Аннотация: Все мы смертны, даже бессмертные умирают.
Бруссуев Александр. Рассказ. "Смерть".
Жизнь - это смертельная болезнь,
Которая передается половым путем.
Вуди Аллен.
Когда я был маленьким, я не знал, что такое "смерть". Ее для меня не существовало, потому что вокруг все были живы. Все радовались, праздновали Новый год, ездили отдыхать в Эстонию, ловили на Ладоге удочкой по сто окуней за одну рыбалку, участвовали в застольях, смотрели в кинотеатрах фильм "Зорро" с Аленом Делоном, катались на лыжах и купались в речке до одури. То, что иной раз по улице проходил оркестр, играющий похоронный марш, и заплаканные женщины в черных платках бросали из кузова машины на землю еловые ветки - это было не в счет, будто бы этого и не было вовсе.
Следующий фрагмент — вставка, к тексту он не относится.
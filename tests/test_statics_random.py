"""Does the solver agree with a general-purpose finite element library (scikit-fem) on beams nobody picked by hand?

200 beams from an explicit list of seeds: 1 to 12 spans, overhangs, cantilevers, hinges, springs, settlements, stepped
EI, every kind of load. Differences are relative to the largest value on that beam. Where the two disagree, both the
handbook cases and the laws have to say who is right.
"""

import random
import sys

import numpy as np
import pytest
from strategies import random_situation
from test_statics_cases import CASES, agrees, build_beam, build_load, si

from pysolver.statics import solve, value

if sys.platform == "emscripten":
    pytest.skip("scipy and scikit-fem are not there in Pyodide", allow_module_level=True)

from reference_fe import reference_solution

pytestmark = pytest.mark.cpython_only

SEEDS = range(20260100, 20260300)
GRID = 4  # places per metre: the library's error grows as (length / shortest element)^4, to 7e-7 with 50 mm (seen)
SMALLEST_BY_CHANCE = {"hinged": 30, "sprung": 60, "settled": 60, "stepped": 60, "overhanging": 60, "fixed": 40, "long": 60}

# of the largest value on the beam; both methods solve systems with a condition number up to about 1e8 in 64 bits
ALLOWED = {"reactions": 1e-8, "fixing_moments": 1e-8, "shear": 1e-8, "moment": 1e-8, "sag": 1e-7, "slope": 1e-7}


def situation(seed: int):
    return random_situation(random.Random(seed), 12, GRID)


def differences(beam, loads) -> dict[str, float]:
    ours, theirs = solve(beam, loads), reference_solution(beam, loads)
    found = {}
    for quantity in ("shear", "moment", "slope", "sag"):
        mine = np.array([[value(ours, quantity, float(x), side) for x, side in zip(ends, ("right", "left"), strict=True)]
                         for ends in theirs.x])
        found[quantity] = relative(mine, getattr(theirs, quantity))
    for quantity in ("reactions", "fixing_moments"):
        # a fixing moment is small or large beside the bending moments, not beside itself
        scale = np.abs(theirs.moment).max() if quantity == "fixing_moments" else 0.0
        found[quantity] = relative(getattr(ours, quantity), getattr(theirs, quantity), scale)
    return found


def relative(mine, theirs, scale: float = 0.0) -> float:
    return float(np.abs(mine - theirs).max() / max(np.abs(theirs).max(), scale))


@pytest.mark.parametrize("seed", SEEDS)
def test_solver_agrees_with_the_finite_element_library_on_a_random_beam(seed):
    found = differences(*situation(seed))
    assert {name: error for name, error in found.items() if not error <= ALLOWED[name]} == {}


def test_the_random_beams_are_of_every_kind():
    beams = [situation(seed)[0] for seed in SEEDS]
    counted = {
        "hinged": sum(bool(b.hinges) for b in beams),
        "sprung": sum(any(s.kind == "spring" for s in b.supports) for b in beams),
        "settled": sum(any(s.settlement for s in b.supports) for b in beams),
        "stepped": sum(len(b.stretches) > 1 for b in beams),
        "overhanging": sum(b.supports[0].x > 0.0 or b.supports[-1].x < b.length for b in beams),
        "fixed": sum(any(s.kind == "fixed" for s in b.supports) for b in beams),
        "long": sum(len(b.supports) > 7 for b in beams),
    }
    assert {kind: count for kind, count in counted.items() if count < SMALLEST_BY_CHANCE[kind]} == {}


def published_against_reference(case) -> list[tuple[str, float, float]]:
    """(what, from the library, expected) of the case's support values and of its values at places that are nodes."""
    theirs = reference_solution(build_beam(case), [build_load(case, row) for row in case["loads"]])
    found = []
    for row in case["expected"]:
        if "support" in row:
            of_supports = theirs.reactions if row["of"] == "reaction" else theirs.fixing_moments
            found.append((row["of"], of_supports[int(row["support"])], si(case, row["of"], row["value"])))
        elif row["of"] in ("shear", "moment", "slope", "sag"):
            here = np.abs(theirs.x - si(case, "x", row["x"])) < 1e-9
            if "side" in row:
                here[:, 0 if row["side"] == "left" else 1] = False  # an element starts on the right side of its left end
            found += [(row["of"], at, si(case, row["of"], row["value"])) for at in getattr(theirs, row["of"])[here]]
    return found


@pytest.mark.parametrize("case", CASES, ids=[case["name"] for case in CASES])
def test_the_reference_itself_gives_the_published_or_hand_worked_value(case):
    found = published_against_reference(case)
    assert found
    assert [row for row in found if not agrees(row[1], row[2], 1e-8)] == []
Главное - держаться от всего этого подальше, а остальное само по себе сделается нормальным.
Мои близкие, конечно, не были ни горцами, ни перцами, чтобы жить вечно, но в моих глазах они были именно таковыми. У меня умер дедушка, но я его почти совсем не помнил. Даже похороны прошли так, что в моей памяти они не сохранились вовсе. Когда скончалась моя бабушка, я был увлечен грядущим празднованием своего дня рождения. Мама отводила меня в садик и у попутного телефонного аппарата остановилась, чтобы позвонить в больницу. Бабушке должны были сделать операцию, что-то не совсем сложное, грыжу удалить. Удалить-то удалили, да бабушка умерла. Мама заплакала, а я не понимал: как это - умереть в мой день рождения.
В садике я пригласил своих одногруппников на свой праздник - тех, конечно, с кем не очень дрался - они с радостью согласились. Также я им поведал, что у меня умерла бабушка. Приглашенные ребята кивнули головами и нисколечко не смутились по этому трагическому поводу - как и для меня, для них пока тоже смерти, как таковой, не существовало.
Тем же вечером мои родители уехали на похороны в деревню, меня с собой не взяли, оставив на попечение отцовской сестры, наказав встретить своих гостей-детскосадников и развлечь их подобающим образом.
Мы с моей тетей, которой, вообще-то было страшно некогда, устроили стол, а потом она ушла по своим, тетиным, делам.
Сначала я сидел один, как Мальчиш-плохиш, в окружении тарелок, потом с целью экономии времени я разложил на полу весь арсенал своих игр, потом начал в них поочередно играть, потом перекусил со стола, стараясь не налегать на сладости, чтобы не испортить аппетит. За окном тихо падал снег, фонари разбивали опускающуюся темноту, и я понимал, что никто ко мне на День рождения не придет.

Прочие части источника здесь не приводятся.